There is one exception though: the case when at least one of the arguments is uninitialised. But that's more to do with reading an uninitialised variable being UB; not the <= itself

Answer 2

I think you're confusing implementation-defined with undefined behavior. The C language doesn't mandate IEEE 754, so all floating point operations are essentially implementation-defined. But this is different from undefined behavior.

Answer 3

After a bit of chat, it became clear where the miscommunication came from.

The quoted part of the standard explicitly allows an implementation to use wider formats for floating operands in calculations. This includes, but is not limited to, using the long double format for double operands.

The standard section in question also does not call this "type promotion". It merely refers to a format being used.

So, f1 / f2 may be done in some arbitrary internal format, but without making the result any other type than double.

So when the result is compared (by either <= or the problematic ==) to epsilon, there is no promotion of epsilon (because the result of the division never got a different type), but by the same rule that allowed f1 / f2 to happen in some wider format, epsilon is allowed to be evaluated in that format as well. It is up to the implementation to do the right thing here.

The value of FLT_EVAL_METHOD might tell what exactly an implementation is doing exactly (if set to 0, 1, or 2 respectively), or it might have a negative value, which indicates "indeterminate" (-1) or "implementation-defined", which means "look it up in your compiler manual".

This gives an implementation "wiggle room" to do any kind of funny things with floating operands, as long as at least the range / precision of the actual type is preserved. (Some older FPUs had "wobbly" precisions, depending on the kind of floating operation performed.
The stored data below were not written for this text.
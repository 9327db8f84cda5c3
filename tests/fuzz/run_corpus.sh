#!/usr/bin/env bash
# SPDX-License-Identifier: MIT
# The full measuring path on a corpus of hostile files (tests/fuzz/hostile_corpus.py: garbage,
# truncated, deeply nested, huge, macro bombs, odd encodings, includes of host and device files),
# committed into a scratch repository. Each file is measured alone from the object database, then
# one check gates them all with every report kind. A run passes when nothing crashes, hangs past
# the timeout or exits outside 0/1, every JSON and SARIF report parses, and no content of the
# host files the corpus includes (a planted secret outside the repository, /etc/passwd,
# /etc/hostname) reaches any output.
# Usage: bash tests/fuzz/run_corpus.sh [build-dir] [COUNT] (default build/, 300 files)
set -uo pipefail
here=$(cd "$(dirname "$0")" && pwd)
build=$(cd "${1:-$here/../../build}" && pwd)
count=${2:-300}
tollgate=$build/gate/tollgate
# The limit is processor time (ulimit -t, for tollgate and each of its parser processes), so a
# loaded machine cannot fail a file; wall time gets a ten times wider backstop against a process
# that hangs without computing.
limit=${TOLLGATE_CORPUS_TIMEOUT:-120}
work=$(mktemp -d)
trap 'rm -rf "$work"' EXIT

# A host file outside the repository with a token that a parser quoting it would show.
token=tollgate_corpus_secret_$$_$RANDOM
printf '%s value;\n%s();\n' "$token" "$token" >"$work/secret.h"
python3 "$here/hostile_corpus.py" "$work/repo/src" "$count" --secret="$work/secret.h" >/dev/null
cd "$work/repo" || exit 2
git init -q . && git config user.email corpus@example.invalid && git config user.name corpus
git commit -q --allow-empty -m base
git add -A && git commit -q -m "hostile corpus"

# The token and lines of the host files the corpus includes: none may reach an output.
secrets=("$token")
while IFS= read -r line; do
    [ ${#line} -ge 8 ] && secrets+=("$line")
done < <(head -n 3 /etc/passwd; cat /etc/hostname 2>/dev/null)

failures=0
leaks=0
slowest=0
slowest_file=
check_leaks() { # $1: file to search
    local secret
    for secret in "${secrets[@]}"; do
        if grep -qF -- "$secret" "$1"; then
            echo "LEAK: $(basename "$1") quotes a line of a host file" >&2
            leaks=$((leaks + 1))
        fi
    done
}

start_all=$(date +%s.%N)
for file in src/*; do
    start=$(date +%s.%N)
    (ulimit -t "$limit" && exec timeout -s KILL $((limit * 10)) "$tollgate" measure --rev HEAD \
        --format json "$file") >"$work/out.json" 2>"$work/err.txt" </dev/null
    status=$?
    elapsed=$(python3 -c "print(round($(date +%s.%N) - $start, 2))")
    if python3 -c "import sys; sys.exit(0 if $elapsed > $slowest else 1)"; then
        slowest=$elapsed
        slowest_file=$file
    fi
    if [ "$status" -ne 0 ]; then
        echo "FAIL: measure $file: exit $status after ${elapsed}s: $(head -c 300 "$work/err.txt")" >&2
        failures=$((failures + 1))
    elif ! python3 -c "import json,sys; json.load(open(sys.argv[1]))" "$work/out.json" 2>/dev/null; then
        echo "FAIL: measure $file: the JSON output does not parse" >&2
        failures=$((failures + 1))
    fi
    check_leaks "$work/out.json"
    check_leaks "$work/err.txt"
done
measured=$(python3 -c "print(round($(date +%s.%N) - $start_all, 1))")

start=$(date +%s.%N)
(ulimit -t $((limit * 5)) && exec timeout -s KILL $((limit * 50)) "$tollgate" check --base HEAD~1 \
    --head HEAD --no-color --report json:"$work/check.json" --report markdown:"$work/check.md" \
    --report sarif:"$work/check.sarif" --report text:"$work/check.txt") \
    >"$work/check.out" 2>"$work/check.err" </dev/null
status=$?
checked=$(python3 -c "print(round($(date +%s.%N) - $start, 1))")
if [ "$status" -ne 0 ] && [ "$status" -ne 1 ]; then
    echo "FAIL: check: exit $status after ${checked}s: $(head -c 300 "$work/check.err")" >&2
    failures=$((failures + 1))
else
    for report in check.json check.sarif; do
        if ! python3 -c "import json,sys; json.load(open(sys.argv[1]))" "$work/$report"; then
            echo "FAIL: check: $report does not parse" >&2
            failures=$((failures + 1))
        fi
    done
fi
for output in check.json check.md check.sarif check.txt check.out check.err; do
    [ -e "$work/$output" ] && check_leaks "$work/$output"
done

echo "corpus: $count files; measure one by one: ${measured}s (slowest ${slowest}s: $slowest_file)"
echo "corpus: check of all files: exit $status in ${checked}s"
echo "corpus: $failures failures, $leaks leaks"
[ "$failures" -eq 0 ] && [ "$leaks" -eq 0 ]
The quoted part of the standard caters for exactly that.)

In no case may any of this lead to undefined behaviour. Implementation-defined, yes. Undefined, no.

Answer 4

The only case where you would get undefined behavior is when a large floating point variable gets demoted to a smaller one which cannot represent the contents. I don't quite see how that applies in this case.

The text you quote is concerned about whether or not floats may be evaluated as doubles etc, as indicated by the text you unfortunately didn't include in the quote:

The use of evaluation formats is characterized by the implementation-defined value of FLT_EVAL_METHOD:

-1 indeterminable;

0 evaluate all operations and constants just to the range and precision of the type;

1 evaluate operations and constants of type float and double to the range and precision of the double type, evaluate long double operations and constants to the range and precision of the long double type;

2 evaluate all operations and constants to the range and precision of the long double type.
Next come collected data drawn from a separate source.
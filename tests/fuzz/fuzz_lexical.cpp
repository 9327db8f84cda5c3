// SPDX-License-Identifier: MIT
// libFuzzer target for the lexical path: the definition scanner and the token classifier without
// a syntax tree (what measures a file the parser could not), fed a token stream decoded from the
// input. Any stream must scan and classify without a crash and keep the promises checked in
// lexical_stream.hpp.
#include "lexical_stream.hpp"

#include <cstdio>
#include <cstdlib>

extern "C" int LLVMFuzzerTestOneInput(const std::uint8_t* data, std::size_t size) {
    const tollgate::fuzz::Stream stream = tollgate::fuzz::decode_stream(data, size);
    const std::string broken = tollgate::fuzz::check_lexical_path(stream);
    if (!broken.empty()) {
        std::fprintf(stderr, "fuzz_lexical: %s\n", broken.c_str());
        std::abort();
    }
    return 0;
}
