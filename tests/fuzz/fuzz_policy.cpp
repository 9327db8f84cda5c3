// SPDX-License-Identifier: MIT
// libFuzzer target for the policy loader: any input must load or throw PolicyError, and a loaded
// policy must describe itself as YAML that loads back equal, with no difference reported.
#include "gate/policy/policy.hpp"

#include <cstddef>
#include <cstdint>
#include <cstdlib>
#include <string>

extern "C" int LLVMFuzzerTestOneInput(const std::uint8_t* data, std::size_t size) {
    using namespace tollgate::policy;
    const std::string text(reinterpret_cast<const char*>(data), size);
    Policy policy;
    try {
        policy = load_policy(text, "fuzz.yaml");
    } catch (const PolicyError& e) {
        if (e.messages().empty()) {
            std::abort(); // a PolicyError must say what is wrong
        }
        return 0;
    }
    // A policy that loaded must round-trip; a PolicyError escaping here is a bug too.
    const Policy again = load_policy(describe_policy(policy), "described");
    if (!(again == policy) || !policy_difference(policy, again).empty()) {
        std::abort();
    }
    return 0;
}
However, I don't believe this macro overwrites the behavior of the usual arithmetic conversions. The usual arithmetic conversions guarantee that you can never compare two float variables of different size. So I don't see how you could run into undefined behavior here. The only possible issue you would have is performance.
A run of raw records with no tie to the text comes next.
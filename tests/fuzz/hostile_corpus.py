#!/usr/bin/env python3
# SPDX-License-Identifier: MIT
"""Write a corpus of hostile C/C++ files for the full measuring path (tests/fuzz/run_corpus.sh).

Usage: hostile_corpus.py OUT_DIR [COUNT] [--seed=N] [--secret=PATH]

Deterministic for a seed. Kinds, in turn: random bytes, truncated real sources (this
repository's own and its lexer fixtures, cut at random points), deep nesting of every bracket,
template argument list and #if, huge lines and huge files, macro bombs (object-like and
function-like), unterminated literals and comments, odd encodings (NUL bytes, Latin-1, UTF-16,
BOM, CR-only line ends) and hostile include lines (host and device files, and PATH given with
--secret, by its absolute path and by a climb of ../ from the repository). Sizes stay under a
few MiB per file.
"""

import os
import random
import sys

ROOT = os.path.abspath(os.path.join(os.path.dirname(__file__), "..", ".."))


def real_sources():
    found = []
    for folder in ("gate", "core", "tests/fixtures/lexer", "examples/skyline-sensors"):
        for base, _, files in os.walk(os.path.join(ROOT, folder)):
            for name in sorted(files):
                if name.endswith((".c", ".cpp", ".hpp", ".h")):
                    found.append(os.path.join(base, name))
    return sorted(found)


def garbage(rng):
    return bytes(rng.randrange(256) for _ in range(rng.randrange(1, 20000)))


def token_soup(rng):
    words = ["{", "}", "(", ")", "[", "]", "<", ">", ";", "::", "template", "class", "struct",
             "operator", "int", "f", "T", "#if X\n", "#else\n", "#endif\n", "#define M(x) x x\n",
             "\"", "'", "/*", "*/", "//", "\\\n", "R\"(", ")\"", "enum", "namespace", "=", ","]
    return " ".join(rng.choice(words) for _ in range(rng.randrange(10, 30000))).encode()


def truncated(rng, sources):
    data = open(rng.choice(sources), "rb").read()
    return data[: rng.randrange(1, max(2, len(data)))]


def nested(rng):
    depth = rng.choice([500, 2000, 20000])
    kind = rng.randrange(6)
    if kind == 0:
        return b"int f() { return " + b"(" * depth + b"1" + b")" * depth + b"; }\n"
    if kind == 1:
        return b"void f() " + b"{" * depth + b"}" * depth + b"\n"
    if kind == 2:
        return b"A" + b"<A" * depth + b">" * depth + b" x;\nint g() { return 0; }\n"
    if kind == 3:
        return b"int x = " + b"[" * depth + b"]" * depth + b";\nint g() { return 0; }\n"
    if kind == 4:
        return b"#if 1\n" * min(depth, 5000) + b"int f() { return 1; }\n" + \
            b"#endif\n" * min(depth, 5000)
    return b"int f() { return " + b"a ? " * depth + b"b" + b" : c" * depth + b"; }\n"


def huge(rng):
    kind = rng.randrange(4)
    if kind == 0:
        return b"int f(int a) { return " + b"a+" * 500000 + b"a; }\n"
    if kind == 1:
        return b"".join(b"int f%d(int a) { return a + %d; }\n" % (i, i) for i in range(40000))
    if kind == 2:
        return b"const char* s = \"" + b"x" * 2000000 + b"\";\nint g() { return 1; }\n"
    return b"int f() {\n" + b"  int v = 1;\n" * 150000 + b"  return v;\n}\n"


def macro_bomb(rng):
    levels = rng.choice([12, 20, 30])
    if rng.randrange(2) == 0:
        lines = [b"#define M0 x x"]
        lines += [b"#define M%d M%d M%d" % (i, i - 1, i - 1) for i in range(1, levels)]
        lines.append(b"int f() { int x = 0; return M%d; }" % (levels - 1))
    else:
        lines = [b"#define F0(a) a a"]
        lines += [b"#define F%d(a) F%d(F%d(a))" % (i, i - 1, i - 1) for i in range(1, levels)]
        lines.append(b"int f() { int x = 0; return F%d(x); }" % (levels - 1))
    return b"\n".join(lines) + b"\n"


def unterminated(rng):
    starts = [b"int f() { const char* s = \"abc", b"int f() { /* never closed ",
              b"int f() { char c = 'a", b"int f() { auto s = R\"delim(raw",
              b"#if 1\nint f() { return 1; }\n", b"int f() { return 1; \\\n"]
    return rng.choice(starts) * rng.randrange(1, 50)


def encoding(rng):
    body = b"int f(int a) { return a * 2; }\n"
    kind = rng.randrange(5)
    if kind == 0:
        return body.replace(b"a *", b"a\x00*") * 10
    if kind == 1:
        return b"// caf\xe9 r\xe9sum\xe9\nint f\xe9(int a) { return a; }\n" + body
    if kind == 2:
        return "int f(int a) { return a; }\n".encode("utf-16")
    if kind == 3:
        return b"\xef\xbb\xbf" + body.replace(b"\n", b"\r")
    return bytes(rng.randrange(128, 256) for _ in range(3000)) + body


SECRET = None


def includes(rng):
    if SECRET is not None and rng.randrange(2) == 0:
        climb = "../" * 30 + SECRET.lstrip("/")
        return ("#include \"%s\"\n#include \"%s\"\nint f() { return 1; }\n"
                % (SECRET, climb)).encode()
    targets = [b"\"/etc/passwd\"", b"\"../../../../../../etc/hostname\"", b"\"/dev/zero\"",
               b"\"/dev/urandom\"", b"\"/dev/stdin\"", b"</proc/self/environ>", b"\"/proc/self/mem\"",
               b"\"" + b"../" * 40 + b"etc/passwd\"", b"<" + b"x" * 5000 + b">"]
    chosen = rng.sample(targets, rng.randrange(1, 4))
    return b"".join(b"#include " + t + b"\n" for t in chosen) + b"int f() { return 1; }\n"


KINDS = [garbage, token_soup, truncated, nested, huge, macro_bomb, unterminated, encoding,
         includes]
EXTENSIONS = [".c", ".cpp", ".h", ".hpp", ".cc"]


def main():
    global SECRET
    args = [a for a in sys.argv[1:] if not a.startswith("--")]
    seed = 20261202
    for a in sys.argv[1:]:
        if a.startswith("--seed="):
            seed = int(a.split("=", 1)[1])
        elif a.startswith("--secret="):
            SECRET = os.path.abspath(a.split("=", 1)[1])
    if not args:
        sys.exit(__doc__)
    out = args[0]
    count = int(args[1]) if len(args) > 1 else 300
    rng = random.Random(seed)
    sources = real_sources()
    os.makedirs(out, exist_ok=True)
    for i in range(count):
        kind = KINDS[i % len(KINDS)]
        data = kind(rng, sources) if kind is truncated else kind(rng)
        name = "%03d_%s%s" % (i, kind.__name__, EXTENSIONS[rng.randrange(len(EXTENSIONS))])
        with open(os.path.join(out, name), "wb") as f:
            f.write(data)
    print("%d files in %s (seed %d)" % (count, out, seed))


if __name__ == "__main__":
    main()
In theory, in case FLT_EVAL_METHOD == 2 then your operands could indeed get evaluated as type long double. But please note that if the compiler allows such implicit promotions to larger types, there will be a reason for it.

According to the text you cited, explicit casting will counter this compiler behavior.

In which case the code if ( (double)(f1 / f2) <= epsilon ) is nonsense. By the time you cast the result of f1 / f2 to double, the calculation is already done and have been carried out on long double. The calculation of the result <= epsilon will however be carried out on double since you forced this with the cast.

To avoid long double entirely, you would have to write the code as:

if ( (double)((double)f1 / (double)f2) <= epsilon )

or to increase readability, preferably:

double div = (double)f1 / (double)f2;
if( (double)div <= (double)epsilon )

But again, code like this does only make sense if you know that there will be implicit promotions, which you wish to avoid to increase performance. In practice, I doubt you'll ever run into that situation, as the compiler is most likely far more capable than the programmer to make such decisions.